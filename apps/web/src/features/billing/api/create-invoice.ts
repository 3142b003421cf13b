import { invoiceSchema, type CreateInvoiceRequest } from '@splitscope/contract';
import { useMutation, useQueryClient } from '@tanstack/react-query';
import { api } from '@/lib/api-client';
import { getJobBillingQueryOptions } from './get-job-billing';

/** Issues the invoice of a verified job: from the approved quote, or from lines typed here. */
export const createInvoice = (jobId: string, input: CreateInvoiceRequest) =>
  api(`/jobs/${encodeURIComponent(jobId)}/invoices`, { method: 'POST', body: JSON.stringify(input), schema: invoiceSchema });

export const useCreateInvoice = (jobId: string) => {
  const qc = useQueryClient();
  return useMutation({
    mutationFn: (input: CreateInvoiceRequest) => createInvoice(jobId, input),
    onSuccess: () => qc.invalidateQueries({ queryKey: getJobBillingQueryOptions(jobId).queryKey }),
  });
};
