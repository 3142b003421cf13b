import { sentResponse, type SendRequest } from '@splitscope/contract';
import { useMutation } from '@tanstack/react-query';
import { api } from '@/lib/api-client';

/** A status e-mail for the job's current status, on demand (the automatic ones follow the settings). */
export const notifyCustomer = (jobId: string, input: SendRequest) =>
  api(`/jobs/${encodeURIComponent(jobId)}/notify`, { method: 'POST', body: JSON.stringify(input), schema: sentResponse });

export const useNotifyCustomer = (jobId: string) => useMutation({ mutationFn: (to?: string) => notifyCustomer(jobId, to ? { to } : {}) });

———

## PROBLEM DESCRIPTION:
The answer must consist of each line from the data that includes the string "useMutation".

## COMPLETED TASK:
import { useMutation, useQueryClient } from '@tanstack/react-query';
  return useMutation({
import { useMutation } from '@tanstack/react-query';
export const useNotifyCustomer = (jobId: string) => useMutation({ mutationFn: (to?: string) => notifyCustomer(jobId, to ? { to } : {}) });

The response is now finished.